By 2000, Philips was enjoying the boom in electronic products seen by other electronics and telecommunications companies. Its yearly results were outstanding. Sales rose by 20 percent and income increased from EUR 1.8 billion to EUR 9.6 billion. It appeared that Philips had finally overcome the problems that had afflicted it during the preceding decade.
By 2001, however, the bottom had dropped out of the Internet and the telecommunications markets. The September terrorist attacks on the United States, further worsened the environment for Philips' sales. The consequences for Philips were disastrous. Its full-year sales declined by 15 percent, and it recorded a record loss of EUR 2.6 billion.

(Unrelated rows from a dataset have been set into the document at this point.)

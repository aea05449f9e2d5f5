import { MalformedDataError, OutOfDomainError } from "../ground/errors.js";
import { refuseUnknownKeys } from "../ground/options.js";
import { quoted, sentence } from "../ground/quoted.js";
import { readUnit, type UnitReading } from "../ground/unit.js";
import { ascendingOrder } from "./ascending-order.js";
import { assumedPointUncertainty } from "./assumed-point-uncertainty.js";
import type { CommonEffect, Curve, CurvePoint } from "./curve.js";
import { curveComments, type StatedText } from "./curve-comments.js";
import { type CurveLines, curveLines } from "./curve-lines.js";
import { type CurveRows, curveRows } from "./curve-rows.js";
import { curveTable } from "./curve-table.js";
import { refusal } from "./refusal.js";
import { relativeUncertainty } from "./relative-uncertainty.js";
import { tidyText } from "./tidy-text.js";

/** What {@link readCurve} takes besides the text; each stands in where the text is silent. */
export interface ReadCurveOptions {
  readonly label?: string | undefined;
  /** Unit of frequencies that have none: "Hz", "kHz" ... */
  readonly frequencyUnit?: string | undefined;
  /** Unit of densities that have none: "nV/√Hz", "V²/Hz", "dBV/√Hz" ... */
  readonly densityUnit?: string | undefined;
}

/**
 * Reads a curve as a person types it while looking at a plot: a row a point with frequency, density and, if wanted, the point's
 * uncertainty.
 *
 * - Cells are separated by semicolons, tabs, commas or blanks, the first of these that the first line has. With semicolons
 *   or tabs a comma may be the decimal mark.
 * - Units stand in a heading (`frequency [Hz], density [nV/√Hz]`, `f/kHz`, `e_n (nV/sqrt(Hz))`), in the cells (`1.2 kHz`, `85n`,
 *   `85 nV/√Hz`, `4k7`), or in the options. Densities may be amplitude densities (nV/√Hz, nV/rtHz, nV/Hz^0.5), power densities
 *   (V²/Hz, g^2/Hz) or levels (dBV/√Hz); all of one text are of one quantity.
 * - The uncertainty is relative and standard (k = 1): `5 %` or `0.4 dB`; 5 % of a power density is 2.5 % of the density. A dash
 *   stands for none. The heading calls the column uncertainty, error, u or σ.
 * - A row whose last cell is the word `aside` is kept for show and left out of fits.
 * - `#` begins a comment. `# key: value` is provenance, kept in order; `# label:` names the curve, `# uncertainty:` holds for points
 *   that state none, `# axis uncertainty:` is an error common to all points. A column headed `common <name> [%]` gives an error
 *   common to all points that each feels differently; `writeCurve` makes such columns.
 *
 * Values are the doubles nearest to what is written, prefix included, so a curve does not depend on the prefix chosen. Rows
 * may come in any order; one typed twice alike counts once. The work is linear in the length of the text.
 *
 * @param text - at most 1e6 rows, 1000 characters a line.
 * @param options - label and units where the text gives none.
 * @returns a curve in ascending frequency; points without uncertainty get 5 %, and `uncertaintyIs` says so.
 * @throws MalformedDataError with the line, what stands there and what was expected; OutOfDomainError for wrong options.
 *
 * @example
 * ```ts
 * import { readCurve } from "@quietband/core";
 * const curve = readCurve(`
 *   # document: invented
 *   f/kHz, e_n (nV/√Hz), uncertainty
 *   1,     5,            5 %
 *   0.01,  13,           0.4 dB
 *   0.02,  3.5,          -,      aside
 * `);
 * curve.points.map((point) => point.frequency); // → [10,20,1000]
 * curve.points[0]?.density; // → 1.3e-8
 * curve.points[0]?.uncertainty; // → 0.0461
 * curve.points[1]?.inFit; // → false
 * curve.source[0]; // → {"key":"document","value":"invented"}
 * ```
 */
export function readCurve(text: string, options: ReadCurveOptions = {}): Curve {
  refuseUnknownKeys("readCurve", ["label", "frequencyUnit", "densityUnit"], options);
  if (typeof text !== "string") throw new MalformedDataError("readCurve reads the text of a table; got no text.");
  const given = {
    frequency: unitOption("frequencyUnit", options.frequencyUnit, (unit) => unit.unit === "Hz"),
    density: unitOption("densityUnit", options.densityUnit, (unit) => unit.kind !== "signal"),
  };
  const lines = curveLines(text);
  const comments = curveComments(lines.comments);
  const table = curveTable(text, lines, given);
  const rows = curveRows(text, lines, table);
  const general = statedRatio(comments.pointUncertainty, rows);
  const typed = curvePoints(rows, general, lines, table.firstRow);
  const order = ascendingOrder(typed, (first, second) => {
    throw refusal(
      second.line ?? 0,
      `expected one density at each frequency, got another at ${second.frequency} Hz than on line ${first.line}`,
    );
  });
  const points = order?.map((index) => typed[index] as CurvePoint) ?? typed;
  if (points.length < 2)
    throw new MalformedDataError("A curve needs at least two rows at different frequencies; got one frequency only.");
  const names = table.columns.filter(({ role }) => role === "common").map(({ name }) => name);
  const effects = names.map((name, index): CommonEffect => {
    const column = Array.from(rows.effects[index] ?? []);
    return Object.freeze({ name, effects: Object.freeze(order?.map((at) => column[at] as number) ?? column) });
  });
  const allGiven = general !== undefined || !rows.uncertainty.some(Number.isNaN);
  return Object.freeze({
    unit: rows.quantity.signal,
    label: comments.label?.text ?? tidyText(options.label ?? ""),
    points: Object.freeze(points),
    uncertaintyIs: allGiven ? "given" : "assumed",
    commonUncertainty: statedRatio(comments.axisUncertainty, rows) ?? 0,
    ...(effects.length > 0 && { commonEffects: Object.freeze(effects) }),
    source: Object.freeze(comments.source.map((entry) => Object.freeze(entry))),
  });
}

function curvePoints(rows: CurveRows, general: number | undefined, lines: CurveLines, firstRow: number): CurvePoint[] {
  return Array.from(rows.frequency, (frequency, index): CurvePoint => {
    const uncertainty = rows.uncertainty[index] as number;
    return Object.freeze({
      frequency,
      density: rows.density[index] as number,
      uncertainty: Number.isNaN(uncertainty) ? (general ?? assumedPointUncertainty) : uncertainty,
      inFit: rows.aside[index] === 0,
      line: lines.line[firstRow + index] as number,
    });
  });
}

/** An uncertainty that a comment states for all points, of the quantity that the rows hold. */
function statedRatio(stated: StatedText | undefined, { quantity }: CurveRows): number | undefined {
  if (stated === undefined) return undefined;
  const expected = "expected an uncertainty above 0 and at most 100 %, such as 5 % or 0.4 dB";
  const found = relativeUncertainty(stated.text, undefined, quantity.kind);
  if ("problem" in found) throw refusal(stated.line, `${expected}, but ${found.problem}`);
  if (found.value > 0 && found.value <= 1) return found.value;
  throw refusal(stated.line, `${expected}, got ${quoted(stated.text)}`);
}

function unitOption(
  name: string,
  text: string | undefined,
  fits: (unit: UnitReading) => boolean,
): UnitReading | undefined {
  if (text === undefined) return undefined;
  const unit = readUnit(text);
  if ("problem" in unit) throw new OutOfDomainError(sentence(`${name} cannot be read: ${unit.problem}`));
  if (fits(unit)) return unit;
  throw new OutOfDomainError(
    `${name} must be such as ${name === "frequencyUnit" ? "kHz" : "nV/√Hz"}; got ${unit.unit}.`,
  );
}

Even before the end of the year, restructuring began again. An additional 10 percent of the workforce had been slashed by the end of 2001. The company indicated that job cuts and additional outsourcing would proceed in 2002. To increase revenues, Philips launched a DVD recorder in 2001. In 2002, it announced marketing and distribution deals with Nike, AOL Time Warner, and Dell Computers.
The company reported a EUR 9 million profit during the first quarter of 2002 and predicted a full-year profit. It was just possible that Philips was again on its way toward recovery.
Principal Subsidiaries:ADAC Laboratories, Inc. (100%); Atos Origin (49%); LG Philips LCD Co. (50%); MedQuist (71%); Origin BV (98%); Philips Electronics North America Corp. (100%); Philips Oral Healthcare, Inc. (100%); Taiwan Semiconductor Manufacturing Co. (23%); VLSI Technology, Inc. (100%).
Principal Competitors:Hitachi; Matsushita; Sony; Fujitsu; NEC; Siemens.